2. Major Topics, Themes, and Subject Areas Covered
- Agentic AI Implementation: The current race by businesses to implement agentic workflows.
- Reliability and Trust: The paramount importance of trust and reliability for agents operating on mission-critical tasks.
- Enterprise Adoption Curve: The “crawl, walk, run” analogy for AI adoption, where current chatbot deployments are the “crawl,” productionized agents are the “walk,” and multi-agent systems are the “run.”
- Agent Definition: Distinguishing agents (which involve planning, action, and feedback/deflection loops) from traditional chatbots (which typically end with an answer).
- Multi-Agent Systems: The future architecture involving small, specialized agents communicating to complete complex workflows (e.g., travel planning, supply chain management).
3. Technical Concepts, Methodologies, or Frameworks Discussed
- Non-Deterministic Software: The fundamental shift enterprises must adapt to, as agents introduce variability that traditional deterministic software did not have.
- Test-Driven Development (TDD) for Agents: The necessity of applying software engineering best practices, specifically creating unit tests and integration tests (evals) tailored to the agent’s specific use case and expected metrics.

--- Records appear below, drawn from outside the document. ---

/** Errors the command line reports as one message on stderr (no stack), with the process exit code to use. */

/** Exit codes: 0 success, 1 bad input (file, JSON, case, plan), 2 wrong usage, 130 interrupted (128 + SIGINT). */
export const EXIT_OK = 0;
export const EXIT_BAD_INPUT = 1;
export const EXIT_USAGE = 2;
export const EXIT_INTERRUPTED = 130;

export class CliError extends Error {
  constructor(
    message: string,
    readonly exitCode: number = EXIT_BAD_INPUT,
  ) {
    super(message);
    this.name = 'CliError';
  }
}

/** Wrong command line: the message is followed by the usage text of `usage`. */
export class UsageError extends CliError {
  constructor(
    message: string,
    readonly usage: string,
  ) {
    super(message, EXIT_USAGE);
    this.name = 'UsageError';
  }
}
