// Builds the Node entry points (vite.cli.config.ts -> dist-cli/) and decides when a rebuild is
// needed. Used by bin/tenuis.mjs (rebuild only when stale) and by the vitest global setup
// (always rebuild). Paths are relative to this file, so it works from any working directory.
import { existsSync, mkdirSync, readdirSync, rmSync, statSync } from 'node:fs';
import { join } from 'node:path';
import { fileURLToPath } from 'node:url';

export const repoRoot = fileURLToPath(new URL('..', import.meta.url));
export const cliBundle = join(repoRoot, 'dist-cli', 'tenuis.mjs');
export const cliEntry = join(repoRoot, 'cli', 'main.ts');
const cliConfig = join(repoRoot, 'vite.cli.config.ts');

// Sources whose change makes dist-cli stale. engine/ and cli/ hold what the command line runs;
// workers/ may hold worker_thread entries (*.node.ts) that the build picks up too.
const watchedDirs = ['engine', 'cli', 'workers', 'bench'];
const lockDir = join(repoRoot, 'node_modules', '.cache', 'tenuis-cli-build.lock');
const lockWaitMs = 120_000; // a cold build takes seconds; past this a lock is taken as stale

/** Newest modification time (ms) of any .ts file under dir, or 0. */
function newestTsMtime(dir) {
  let newest = 0;
  let names;
  try {
    names = readdirSync(dir, { withFileTypes: true });
  } catch {
    return 0;
  }
  for (const entry of names) {
    if (entry.name === 'node_modules' || entry.name.startsWith('.')) continue;
    const full = join(dir, entry.name);
    if (entry.isDirectory()) newest = Math.max(newest, newestTsMtime(full));
    else if (/\.tsx?$/.test(entry.name)) newest = Math.max(newest, statSync(full).mtimeMs);
  }
  return newest;
}

/** True when dist-cli/tenuis.mjs is missing or older than any watched source or the config. */
export function cliBuildIsStale() {
  if (!existsSync(cliBundle)) return true;
  const built = statSync(cliBundle).mtimeMs;
  let newest = statSync(cliConfig).mtimeMs;
  for (const dir of watchedDirs) newest = Math.max(newest, newestTsMtime(join(repoRoot, dir)));
  return newest > built;
}

const sleep = (ms) => new Promise((resolve) => setTimeout(resolve, ms));

/** Serialises builds between processes (several `npx tenuis` at once) with an atomic mkdir. */
async function withBuildLock(fn) {
  mkdirSync(join(lockDir, '..'), { recursive: true });
  const start = Date.now();
  for (;;) {
    try {
      mkdirSync(lockDir);
      break;
    } catch (error) {
      if (error.code !== 'EEXIST') throw error;
      let age;
      try {
        age = Date.now() - statSync(lockDir).mtimeMs;
      } catch {
        continue; // released between mkdir and stat
      }
      if (age > lockWaitMs || Date.now() - start > lockWaitMs) {
        rmSync(lockDir, { recursive: true, force: true });
        continue;
      }
      await sleep(100);
    }
  }
  try {
    return await fn();
  } finally {
    rmSync(lockDir, { recursive: true, force: true });
  }
}

/**
 * Builds dist-cli/ with vite.cli.config.ts. Quiet: prints nothing on success; on failure
 * prints the build error to stderr and throws.
 * @param {{ onlyIfStale?: boolean }} [options] onlyIfStale: skip when dist-cli is up to date
 *   (checked again after taking the lock, since another process may just have built it).
 * @returns {Promise<boolean>} whether a build ran
 */
export async function buildCli(options = {}) {
  if (options.onlyIfStale && !cliBuildIsStale()) return false;
  return withBuildLock(async () => {
    if (options.onlyIfStale && !cliBuildIsStale()) return false;
    const { build } = await import('vite');
    try {
      await build({ configFile: cliConfig, root: repoRoot, logLevel: 'silent', mode: 'production' });
    } catch (error) {
      process.stderr.write(`tenuis: building the command line (vite.cli.config.ts) failed:\n`);
      // The message carries the file, line and code frame; the stack would only show vite's insides.
      process.stderr.write(`${error?.message || error}\n`);
      throw error;
    }
    return true;
  });
}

- Agent Evals: The process of creating high-quality evaluations that go beyond standard LLM benchmarks and focus on tool selection quality and action correctness.
- Tool Calling/MCP: Mention of the Model Communication Protocol (MCP) and Google’s A2A protocol as emerging standards simplifying how agents interact with tools and each other.
- Galileo Agent Leaderboard: A practical tool showcasing real-world LLM performance across agentic prototypes using specific datasets focused on tool selection quality.
4. Business Implications and Strategic Insights
- ROI Extraction: Agents are the key to unlocking the true Return on Investment (ROI) from LLMs by automating workflows beyond simple assistance.
- Architectural Shift: The industry is moving from microservice architectures to micro-agent architectures, where software components become smarter and more independent.
- Regulated Industries: Even highly regulated sectors (Finance, Healthcare) are rapidly moving toward productionizing agents this year, indicating widespread confidence in emerging reliability frameworks.
- Mission-Critical Examples: Successful deployments include agents preempting internet outages, managing data platforms, and automating supply chain ordering.
5. Key Personalities, Experts, or Thought Leaders Mentioned
- Yash Sheth (Co-founder & COO, Galileo): The primary expert guest, providing insights based on Galileo’s work supporting hundreds of enterprise agent development teams.
- Jordan Wilson (Host, Everyday AI): The host driving the conversation.
- Google Gemini Team (via sponsor message): Mentioned in the context of supporting the podcast and promoting their new video generation model, Veo.
6. Predictions, Trends, or Future-Looking Statements
- The next phase of AI adoption will be multi-agentic systems (“run” phase).
- The industry will converge on open protocols (like those being championed by the Agency Organization, which Galileo helped found) to ensure seamless communication between heterogeneous agents built on different LLMs.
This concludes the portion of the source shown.